[[ Material for this task open ]]
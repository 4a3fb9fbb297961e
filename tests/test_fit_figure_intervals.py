"""The fit figure's number box quotes the profile-likelihood intervals that the summary and
the report quote, not the symmetric HESSE errors, when the fit has them.

Reference: MINOS intervals (James & Roos 1975, as implemented in iminuit) of an extended
binned Poisson likelihood written here with scipy's normal and exponential CDFs; the
intervals are invariant under the background's parametrisation, so they must agree with
peaksift's to the rounding the figure prints (two significant digits of the smaller error,
common practice; one unit of the last digit allowed for the rounding of a number within
~1e-3 of a rounding edge).
"""

from __future__ import annotations

import re

import matplotlib

matplotlib.use("Agg")

import numpy as np
from iminuit import Minuit
from iminuit.cost import ExtendedBinnedNLL
from scipy import stats

from peaksift.fitting import fit
from peaksift.fitting.figure import fit_figure
from peaksift.histogram import MassHistogram

WINDOW = (100.0, 200.0)


def _spectrum() -> MassHistogram:
    rng = np.random.default_rng(20261204)
    x = 100.0 + rng.exponential(40.0, 6000)
    x = np.concatenate([x[x < 200.0], rng.normal(150.0, 3.0, 250)])
    return MassHistogram.from_masses(x, bins=100, range=WINDOW)


def _minos(h: MassHistogram) -> dict[str, tuple[float, float]]:
    """MINOS errors of mass, sigma and signal yield (Gaussian + exponential, written here)."""
    lo, hi = WINDOW

    def cdf(xe, s, b, m, sg, tau):
        sig = stats.norm.cdf(xe, m, sg) - stats.norm.cdf(lo, m, sg)
        sig /= stats.norm.cdf(hi, m, sg) - stats.norm.cdf(lo, m, sg)
        bkg = stats.expon.cdf(xe - lo, scale=tau) / stats.expon.cdf(hi - lo, scale=tau)
        return s * sig + b * bkg

    cost = ExtendedBinnedNLL(np.asarray(h.counts(), float), np.asarray(h.edges, float), cdf)
    m = Minuit(cost, s=250.0, b=float(np.sum(h.counts())) - 250.0, m=150.0, sg=3.0, tau=40.0)
    m.limits["sg"] = (0.1, 20.0)
    m.limits["tau"] = (1.0, 1000.0)
    m.migrad()
    m.minos("m", "sg", "s")
    assert m.valid
    return {"mass": (m.merrors["m"].lower, m.merrors["m"].upper),
            "sigma": (m.merrors["sg"].lower, m.merrors["sg"].upper),
            "signal_yield": (m.merrors["s"].lower, m.merrors["s"].upper)}


def _close(text: str, err: float) -> bool:
    """``text`` (a printed error) equals ``err`` to its printed last digit, +-1 unit."""
    dec = len(text.split(".")[1]) if "." in text else 0
    return abs(float(text) - abs(err)) <= 1.01 * 10.0 ** -dec


def test_the_number_box_shows_the_profile_likelihood_intervals():
    h = _spectrum()
    res = fit(h, "gaussian", "exponential", WINDOW, intervals=["mass", "sigma", "signal_yield"])
    assert res.valid
    ref = _minos(h)
    fig = fit_figure(res)
    texts = [t.get_text() for ax in fig.axes for t in ax.texts]
    pairs = [re.fullmatch(r"\+([\d.,]+) -([\d.,]+)", t) for t in texts]
    shown = [(float(m[1].replace(",", "")), float(m[2].replace(",", ""))) for m in pairs if m]
    shown_text = [(m[1], m[2]) for m in pairs if m]
    # three rows with intervals (mass, sigma, signal yield), none with a HESSE "±" there
    assert len(shown) == 3, texts
    for name, (up_txt, down_txt) in zip(("mass", "sigma", "signal_yield"), shown_text):
        lower, upper = ref[name]
        assert _close(up_txt, upper) and _close(down_txt, lower), (name, up_txt, down_txt,
                                                                   lower, upper)
    # the background yield has no interval asked for: its HESSE error with "±"
    assert any(t.startswith("\u00b1 ") for t in texts)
[[ Material for this task closed ]]
Exercise description
Extract all of the data shown above without alteration.

Task result
repository 4a3fb9fbb297961e
filename tests/test_fit_figure_intervals.py
"""The fit figure's number box quotes the profile-likelihood intervals that the summary and
the report quote, not the symmetric HESSE errors, when the fit has them.

Reference: MINOS intervals (James & Roos 1975, as implemented in iminuit) of an extended
binned Poisson likelihood written here with scipy's normal and exponential CDFs; the
intervals are invariant under the background's parametrisation, so they must agree with
peaksift's to the rounding the figure prints (two significant digits of the smaller error,
common practice; one unit of the last digit allowed for the rounding of a number within
~1e-3 of a rounding edge).
"""

from __future__ import annotations

import re

import matplotlib

matplotlib.use("Agg")

import numpy as np
from iminuit import Minuit
from iminuit.cost import ExtendedBinnedNLL
from scipy import stats

from peaksift.fitting import fit
from peaksift.fitting.figure import fit_figure
from peaksift.histogram import MassHistogram

WINDOW = (100.0, 200.0)


def _spectrum() -> MassHistogram:
    rng = np.random.default_rng(20261204)
    x = 100.0 + rng.exponential(40.0, 6000)
    x = np.concatenate([x[x < 200.0], rng.normal(150.0, 3.0, 250)])
    return MassHistogram.from_masses(x, bins=100, range=WINDOW)


def _minos(h: MassHistogram) -> dict[str, tuple[float, float]]:
    """MINOS errors of mass, sigma and signal yield (Gaussian + exponential, written here)."""
    lo, hi = WINDOW

    def cdf(xe, s, b, m, sg, tau):
        sig = stats.norm.cdf(xe, m, sg) - stats.norm.cdf(lo, m, sg)
        sig /= stats.norm.cdf(hi, m, sg) - stats.norm.cdf(lo, m, sg)
        bkg = stats.expon.cdf(xe - lo, scale=tau) / stats.expon.cdf(hi - lo, scale=tau)
        return s * sig + b * bkg

    cost = ExtendedBinnedNLL(np.asarray(h.counts(), float), np.asarray(h.edges, float), cdf)
    m = Minuit(cost, s=250.0, b=float(np.sum(h.counts())) - 250.0, m=150.0, sg=3.0, tau=40.0)
    m.limits["sg"] = (0.1, 20.0)
    m.limits["tau"] = (1.0, 1000.0)
    m.migrad()
    m.minos("m", "sg", "s")
    assert m.valid
    return {"mass": (m.merrors["m"].lower, m.merrors["m"].upper),
            "sigma": (m.merrors["sg"].lower, m.merrors["sg"].upper),
            "signal_yield": (m.merrors["s"].lower, m.merrors["s"].upper)}


def _close(text: str, err: float) -> bool:
    """``text`` (a printed error) equals ``err`` to its printed last digit, +-1 unit."""
    dec = len(text.split(".")[1]) if "." in text else 0
    return abs(float(text) - abs(err)) <= 1.01 * 10.0 ** -dec


def test_the_number_box_shows_the_profile_likelihood_intervals():
    h = _spectrum()
    res = fit(h, "gaussian", "exponential", WINDOW, intervals=["mass", "sigma", "signal_yield"])
    assert res.valid
    ref = _minos(h)
    fig = fit_figure(res)
    texts = [t.get_text() for ax in fig.axes for t in ax.texts]
    pairs = [re.fullmatch(r"\+([\d.,]+) -([\d.,]+)", t) for t in texts]
    shown = [(float(m[1].replace(",", "")), float(m[2].replace(",", ""))) for m in pairs if m]
    shown_text = [(m[1], m[2]) for m in pairs if m]
    # three rows with intervals (mass, sigma, signal yield), none with a HESSE "±" there
    assert len(shown) == 3, texts
    for name, (up_txt, down_txt) in zip(("mass", "sigma", "signal_yield"), shown_text):
        lower, upper = ref[name]
        assert _close(up_txt, upper) and _close(down_txt, lower), (name, up_txt, down_txt,
                                                                   lower, upper)
    # the background yield has no interval asked for: its HESSE error with "±"
    assert any(t.startswith("\u00b1 ") for t in texts)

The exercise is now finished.